_What is being asked:_
All records that follow are to be output exactly.

_Input records:_
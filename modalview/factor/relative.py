"""Counts next to very stiff parts: K - sigma M in relative coordinates, its rounding judged relatively."""

from dataclasses import dataclass
from functools import cached_property

import numpy as np
import numpy.typing as npt
import scipy.sparse as sp

from modalview.factor.inertia import Inertia
from modalview.factor.pattern import Pattern, union_pattern
from modalview.factor.rounding import SLACK, gamma
from modalview.factor.stiffbasis import product, relative_basis
from modalview.factor.uncertainty import Rounding, factor_rounding

Array = npt.NDArray[np.float64]

METHOD = "sparse LDL^T in relative coordinates"

# Shares of K + sigma M that rounding is held against, in turn; the count then stands within 2.1 of the share.
USUAL_SHARE = 1e-8
SHARES = (1e-10, USUAL_SHARE, 2e-7)
WIDENED = 2.1

# Rounding of a share that was asked for.
PLAY = 1e-6

# The proof of definiteness keeps back this much of its own rounding.
KEPT_BACK = 0.9


@dataclass(frozen=True, eq=False)
class Relative:
    """K - sigma M over coordinates that are relative across stiff terms; made when first asked.

    Parameters
    ----------
    rows, stiffness : csr_array (t, n), array (t,)
        The terms of K.
    M : csc_array (n, n)
    scale : array (n,)
        Metres per unit of each coordinate.
    """

    rows: sp.csr_array
    stiffness: Array
    M: sp.csc_array
    scale: Array

    @cached_property
    def _formed(self) -> "_Formed":
        T = relative_basis(self.rows, self.stiffness, self.scale)
        rows, size = product(self.rows, T), sp.csr_array(abs(T))
        K = sp.csc_array(rows.T @ sp.diags_array(self.stiffness) @ rows)
        M = sp.csc_array(T.T @ sp.csr_array(self.M @ T))
        absolute = sp.csr_array(abs(rows))
        K_size = absolute.T @ sp.diags_array(np.abs(self.stiffness)) @ absolute
        M_size = size.T @ sp.csr_array(abs(self.M) @ size)
        pattern = union_pattern(K, M)
        # A row's entry is rounded once; K sums at most t products of five roundings, M two sums in turn.
        terms = int(np.bincount(rows.indices, minlength=1).max())
        sums = int(np.diff(self.M.indptr).max(initial=1)) + int(np.bincount(T.indices, minlength=1).max())
        order = np.argsort(pattern.place)
        return _Formed(
            pattern=pattern,
            stiffness=pattern.values(K),
            inertia=pattern.values(M),
            diagonal=(K_size.diagonal()[order], M_size.diagonal()[order]),
            spread=(
                sp.csr_array((gamma(terms + 4) + gamma(4)) * K_size)[order][:, order],
                sp.csr_array((gamma(sums + 2) + gamma(4)) * M_size)[order][:, order],
            ),
        )

    def factorize(self, sigma: float, enough: float = 0.0) -> Inertia:
        """Count by the signs of sparse pivots in relative coordinates; infinite where nothing is proven.

        Parameters
        ----------
        sigma : float
            rad**2/s**2.
        enough : float
            An uncertainty that need not be bettered, rad**2/s**2: every share tried is one factorization.

        Notes
        -----
        With x = T z the pivots count the negative eigenvalues of K - sigma M + E, |E| <= F entry by entry
        (as in ``ShiftedPencil.factorize``). For any d > 0, -G <= E <= G with the diagonal g_i =
        (F d)_i / d_i, as quadratic forms. If also G <= s (K + |sigma| M), then

            (1 - s) K - (sigma + s |sigma|) M  <=  K - sigma M + E  <=  (1 + s) K - (sigma - s |sigma|) M

        so that the count lies between N(sigma (1 - 2 s)) and N(sigma (1 + 2.1 s)). A stiff part may thus be
        rounded by a share of its own stiffness, which no soft mode feels. G <= s (K + |sigma| M) is proven
        by the positive pivots of s (K + |sigma| M) - 2 G, whose own rounding is held below G.
        """
        formed = self._formed
        factored = formed.factored(formed.stiffness - sigma * formed.inertia)
        if sigma == 0 or factored is None:
            return Inertia(sigma, 0, np.inf, METHOD)
        pivots, times = factored
        scaling = formed.scaling(abs(sigma))
        spread = formed.spread[0] + abs(sigma) * formed.spread[1]
        error = SLACK * (times(scaling) + spread @ scaling) / scaling
        widened = WIDENED * abs(sigma)
        plenty = sum(widened * share <= enough * (1 + PLAY) for share in SHARES)
        for share in SHARES[max(0, plenty - 1) :]:
            if _holds(formed, share, abs(sigma), error, scaling):
                negative = int(np.count_nonzero(pivots < 0))
                return Inertia(sigma, negative, widened * share, METHOD)
        return Inertia(sigma, 0, np.inf, METHOD)


@dataclass(frozen=True, slots=True, eq=False)
class _Formed:
    """K and M in relative coordinates; diagonals and rounding (``spread``) by rows of the factors."""

    pattern: Pattern
    stiffness: Array
    inertia: Array
    diagonal: tuple[Array, Array]
    spread: tuple[sp.csr_array, sp.csr_array]

    def scaling(self, sigma: float) -> Array:
        """Return d with d_i**2 (K + sigma M)_ii = 1."""
        return np.asarray(1 / np.sqrt(self.diagonal[0] + sigma * self.diagonal[1]), dtype=float)

    def factored(self, data: Array) -> tuple[Array, Rounding] | None:
        """Return pivots and rounding of a matrix of this pattern; None where pivoting broke the symmetry."""
        try:
            lu = self.pattern.factorize(data)
        except RuntimeError:  # an exactly zero pivot column
            return None
        turned = self.pattern.turned
        if not (np.array_equal(lu.perm_r, turned) and np.array_equal(lu.perm_c, turned)):
            return None
        return factor_rounding(self.pattern, lu)


def _holds(formed: _Formed, share: float, sigma: float, error: Array, scaling: Array) -> bool:
    """Whether diag(error) <= share (K + sigma M), proven."""
    data = share * (formed.stiffness + sigma * formed.inertia)
    stored_order = error[formed.pattern.turned]
    at = np.searchsorted(
        formed.pattern.keys, np.arange(formed.pattern.n, dtype=np.int64) * (formed.pattern.n + 1)
    )
    data[at] -= 2 * stored_order
    factored = formed.factored(data)
    if factored is None:
        return False
    pivots, times = factored
    spread = share * (formed.spread[0] + sigma * formed.spread[1])
    own = SLACK * (times(scaling) + spread @ scaling) / scaling + gamma(4) * error
    return bool(np.all(pivots > 0) and np.all(own <= KEPT_BACK * error))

_Reply:_
filename modalview/factor/relative.py
"""Counts next to very stiff parts: K - sigma M in relative coordinates, its rounding judged relatively."""

from dataclasses import dataclass
from functools import cached_property

import numpy as np
import numpy.typing as npt
import scipy.sparse as sp

from modalview.factor.inertia import Inertia
from modalview.factor.pattern import Pattern, union_pattern
from modalview.factor.rounding import SLACK, gamma
from modalview.factor.stiffbasis import product, relative_basis
from modalview.factor.uncertainty import Rounding, factor_rounding

Array = npt.NDArray[np.float64]

METHOD = "sparse LDL^T in relative coordinates"

# Shares of K + sigma M that rounding is held against, in turn; the count then stands within 2.1 of the share.
USUAL_SHARE = 1e-8
SHARES = (1e-10, USUAL_SHARE, 2e-7)
WIDENED = 2.1

# Rounding of a share that was asked for.
PLAY = 1e-6

# The proof of definiteness keeps back this much of its own rounding.
KEPT_BACK = 0.9


@dataclass(frozen=True, eq=False)
class Relative:
    """K - sigma M over coordinates that are relative across stiff terms; made when first asked.

    Parameters
    ----------
    rows, stiffness : csr_array (t, n), array (t,)
        The terms of K.
    M : csc_array (n, n)
    scale : array (n,)
        Metres per unit of each coordinate.
    """

    rows: sp.csr_array
    stiffness: Array
    M: sp.csc_array
    scale: Array

    @cached_property
    def _formed(self) -> "_Formed":
        T = relative_basis(self.rows, self.stiffness, self.scale)
        rows, size = product(self.rows, T), sp.csr_array(abs(T))
        K = sp.csc_array(rows.T @ sp.diags_array(self.stiffness) @ rows)
        M = sp.csc_array(T.T @ sp.csr_array(self.M @ T))
        absolute = sp.csr_array(abs(rows))
        K_size = absolute.T @ sp.diags_array(np.abs(self.stiffness)) @ absolute
        M_size = size.T @ sp.csr_array(abs(self.M) @ size)
        pattern = union_pattern(K, M)
        # A row's entry is rounded once; K sums at most t products of five roundings, M two sums in turn.
        terms = int(np.bincount(rows.indices, minlength=1).max())
        sums = int(np.diff(self.M.indptr).max(initial=1)) + int(np.bincount(T.indices, minlength=1).max())
        order = np.argsort(pattern.place)
        return _Formed(
            pattern=pattern,
            stiffness=pattern.values(K),
            inertia=pattern.values(M),
            diagonal=(K_size.diagonal()[order], M_size.diagonal()[order]),
            spread=(
                sp.csr_array((gamma(terms + 4) + gamma(4)) * K_size)[order][:, order],
                sp.csr_array((gamma(sums + 2) + gamma(4)) * M_size)[order][:, order],
            ),
        )

    def factorize(self, sigma: float, enough: float = 0.0) -> Inertia:
        """Count by the signs of sparse pivots in relative coordinates; infinite where nothing is proven.

        Parameters
        ----------
        sigma : float
            rad**2/s**2.
        enough : float
            An uncertainty that need not be bettered, rad**2/s**2: every share tried is one factorization.

        Notes
        -----
        With x = T z the pivots count the negative eigenvalues of K - sigma M + E, |E| <= F entry by entry
        (as in ``ShiftedPencil.factorize``). For any d > 0, -G <= E <= G with the diagonal g_i =
        (F d)_i / d_i, as quadratic forms. If also G <= s (K + |sigma| M), then

            (1 - s) K - (sigma + s |sigma|) M  <=  K - sigma M + E  <=  (1 + s) K - (sigma - s |sigma|) M

        so that the count lies between N(sigma (1 - 2 s)) and N(sigma (1 + 2.1 s)). A stiff part may thus be
        rounded by a share of its own stiffness, which no soft mode feels. G <= s (K + |sigma| M) is proven
        by the positive pivots of s (K + |sigma| M) - 2 G, whose own rounding is held below G.
        """
        formed = self._formed
        factored = formed.factored(formed.stiffness - sigma * formed.inertia)
        if sigma == 0 or factored is None:
            return Inertia(sigma, 0, np.inf, METHOD)
        pivots, times = factored
        scaling = formed.scaling(abs(sigma))
        spread = formed.spread[0] + abs(sigma) * formed.spread[1]
        error = SLACK * (times(scaling) + spread @ scaling) / scaling
        widened = WIDENED * abs(sigma)
        plenty = sum(widened * share <= enough * (1 + PLAY) for share in SHARES)
        for share in SHARES[max(0, plenty - 1) :]:
            if _holds(formed, share, abs(sigma), error, scaling):
                negative = int(np.count_nonzero(pivots < 0))
                return Inertia(sigma, negative, widened * share, METHOD)
        return Inertia(sigma, 0, np.inf, METHOD)


@dataclass(frozen=True, slots=True, eq=False)
class _Formed:
    """K and M in relative coordinates; diagonals and rounding (``spread``) by rows of the factors."""

    pattern: Pattern
    stiffness: Array
    inertia: Array
    diagonal: tuple[Array, Array]
    spread: tuple[sp.csr_array, sp.csr_array]

    def scaling(self, sigma: float) -> Array:
        """Return d with d_i**2 (K + sigma M)_ii = 1."""
        return np.asarray(1 / np.sqrt(self.diagonal[0] + sigma * self.diagonal[1]), dtype=float)

    def factored(self, data: Array) -> tuple[Array, Rounding] | None:
        """Return pivots and rounding of a matrix of this pattern; None where pivoting broke the symmetry."""
        try:
            lu = self.pattern.factorize(data)
        except RuntimeError:  # an exactly zero pivot column
            return None
        turned = self.pattern.turned
        if not (np.array_equal(lu.perm_r, turned) and np.array_equal(lu.perm_c, turned)):
            return None
        return factor_rounding(self.pattern, lu)


def _holds(formed: _Formed, share: float, sigma: float, error: Array, scaling: Array) -> bool:
    """Whether diag(error) <= share (K + sigma M), proven."""
    data = share * (formed.stiffness + sigma * formed.inertia)
    stored_order = error[formed.pattern.turned]
    at = np.searchsorted(
        formed.pattern.keys, np.arange(formed.pattern.n, dtype=np.int64) * (formed.pattern.n + 1)
    )
    data[at] -= 2 * stored_order
    factored = formed.factored(data)
    if factored is None:
        return False
    pivots, times = factored
    spread = share * (formed.spread[0] + sigma * formed.spread[1])
    own = SLACK * (times(scaling) + spread @ scaling) / scaling + gamma(4) * error
    return bool(np.all(pivots > 0) and np.all(own <= KEPT_BACK * error))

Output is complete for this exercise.